▶ _The task_:
For this exercise, restate word for word only the lines from the first line of the data to the line containing "filename server/routines/routines.repo.ts".

▶ _Dataset entries_:
◇ ◇ ◇ ◇
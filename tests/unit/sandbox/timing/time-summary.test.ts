import { describe, expect, it } from 'vitest';
import { summariseTimes } from '@sandbox/timing/time-summary.ts';

describe('summariseTimes', () => {
  it('reports minimum and type 7 quartiles (hand-worked)', () => {
    // Sorted 1 2 3 4 5 6 7 8 9: h = 2, 4, 6 for p = ¼, ½, ¾.
    expect(summariseTimes([9, 1, 8, 2, 7, 3, 6, 4, 5])).toEqual({
      minMs: 1,
      q1Ms: 3,
      medianMs: 5,
      q3Ms: 7,
    });
  });

  it('rejects an empty list', () => {
    expect(() => summariseTimes([])).toThrow(RangeError);
  });
});
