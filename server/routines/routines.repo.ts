import { and, asc, count, desc, eq, inArray, notInArray } from 'drizzle-orm';
import type { AcceptancePolicy } from '@shared/acceptance-policy.ts';
import type { RoutineSlug } from '@shared/routines.ts';
import type { CandidateState } from '@shared/states.ts';
import type { Db } from '@server/db/client.ts';
import { candidates } from '@server/db/schema/candidates.ts';
import { promotions } from '@server/db/schema/promotions.ts';
import { revisions } from '@server/db/schema/revisions.ts';
import { routines } from '@server/db/schema/routines.ts';
import { users } from '@server/db/schema/users.ts';
import type { DbOrTx } from '@server/mail/outbox.repo.ts';

export type RoutineRow = typeof routines.$inferSelect;

export async function findRoutineRow(db: DbOrTx, id: number): Promise<RoutineRow | null> {
  const [row] = await db.select().from(routines).where(eq(routines.id, id)).limit(1);
  return row ?? null;
}

/** The routine row locked until the transaction ends (a change to it is under way). */
export async function lockRoutineRow(tx: DbOrTx, id: number): Promise<RoutineRow | null> {
  const [row] = await tx.select().from(routines).where(eq(routines.id, id)).for('update');
  return row ?? null;
}

/** A page of a team's routines by title. */
export async function listTeamRoutines(
  db: Db,
  teamId: number,
  page: { limit: number; offset: number },
): Promise<{ rows: RoutineRow[]; total: number }> {
  const [rows, [totals]] = await Promise.all([
    db
      .select()
      .from(routines)
      .where(eq(routines.teamId, teamId))
      .orderBy(asc(routines.title), asc(routines.id))
      .limit(page.limit)
      .offset(page.offset),
    db.select({ total: count() }).from(routines).where(eq(routines.teamId, teamId)),
  ]);
  return { rows, total: totals?.total ?? 0 };
}

export async function insertRoutine(
  tx: DbOrTx,
  values: {
    teamId: number;
    slug: string;
    title: string;
    description: string;
    contract: RoutineSlug;
    policy: AcceptancePolicy;
    matrixSetId: number;
  },
): Promise<RoutineRow> {
  const [row] = await tx.insert(routines).values(values).returning();
  return row!;
}

export async function updateRoutineRow(
  tx: DbOrTx,
  id: number,
  values: Partial<Pick<RoutineRow, 'title' | 'description' | 'policy' | 'matrixSetId'>>,
): Promise<void> {
  await tx.update(routines).set(values).where(eq(routines.id, id));
}

/** Candidates not promoted or withdrawn, counted per routine and state. */
export function openCandidateCounts(db: Db, routineIds: number[]) {
  if (routineIds.length === 0) return Promise.resolve([]);
  const closed: CandidateState[] = ['promoted', 'withdrawn'];
  return db
    .select({ routineId: candidates.routineId, state: candidates.state, n: count() })
    .from(candidates)
    .where(and(inArray(candidates.routineId, routineIds), notInArray(candidates.state, closed)))
    .groupBy(candidates.routineId, candidates.state);
}

/**
 * The promotions that made the given revisions incumbent of these routines, newest first, with
 * who promoted them (a revision promoted, replaced and reinstated has several; the newest counts).
 */
export function incumbentPromotions(db: Db, routineIds: number[], revisionIds: number[]) {
  if (routineIds.length === 0 || revisionIds.length === 0) return Promise.resolve([]);
  return db
    .select({
      id: promotions.id,
      routineId: promotions.routineId,
      revisionId: promotions.revisionId,
      trialId: promotions.trialId,
      metricsSnapshot: promotions.metricsSnapshot,
      createdAt: promotions.createdAt,
      promotedBy: promotions.promotedBy,
      promoterLogin: users.login,
      revisionNumber: revisions.number,
      candidateId: candidates.id,
      candidateTitle: candidates.title,
    })
    .from(promotions)
    .innerJoin(users, eq(users.id, promotions.promotedBy))
    .innerJoin(revisions, eq(revisions.id, promotions.revisionId))
    .innerJoin(candidates, eq(candidates.id, revisions.candidateId))
    .where(
      and(inArray(promotions.routineId, routineIds), inArray(promotions.revisionId, revisionIds)),
    )
    .orderBy(desc(promotions.createdAt), desc(promotions.id));
}
export type IncumbentPromotionRow = Awaited<ReturnType<typeof incumbentPromotions>>[number];

/** The incumbent revision's number and its candidate. */
export async function findIncumbentRevision(db: Db, revisionId: number) {
  const [row] = await db
    .select({
      revisionId: revisions.id,
      revisionNumber: revisions.number,
      candidateId: candidates.id,
      candidateTitle: candidates.title,
    })
    .from(revisions)
    .innerJoin(candidates, eq(candidates.id, revisions.candidateId))
    .where(eq(revisions.id, revisionId))
    .limit(1);
  return row ?? null;
}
◇ ◇ ◇ ◇
▶ _Answer box_:
filename tests/unit/sandbox/timing/time-summary.test.ts
import { describe, expect, it } from 'vitest';
import { summariseTimes } from '@sandbox/timing/time-summary.ts';

describe('summariseTimes', () => {
  it('reports minimum and type 7 quartiles (hand-worked)', () => {
    // Sorted 1 2 3 4 5 6 7 8 9: h = 2, 4, 6 for p = ¼, ½, ¾.
    expect(summariseTimes([9, 1, 8, 2, 7, 3, 6, 4, 5])).toEqual({
      minMs: 1,
      q1Ms: 3,
      medianMs: 5,
      q3Ms: 7,
    });
  });

  it('rejects an empty list', () => {
    expect(() => summariseTimes([])).toThrow(RangeError);
  });
});
filename server/routines/routines.repo.ts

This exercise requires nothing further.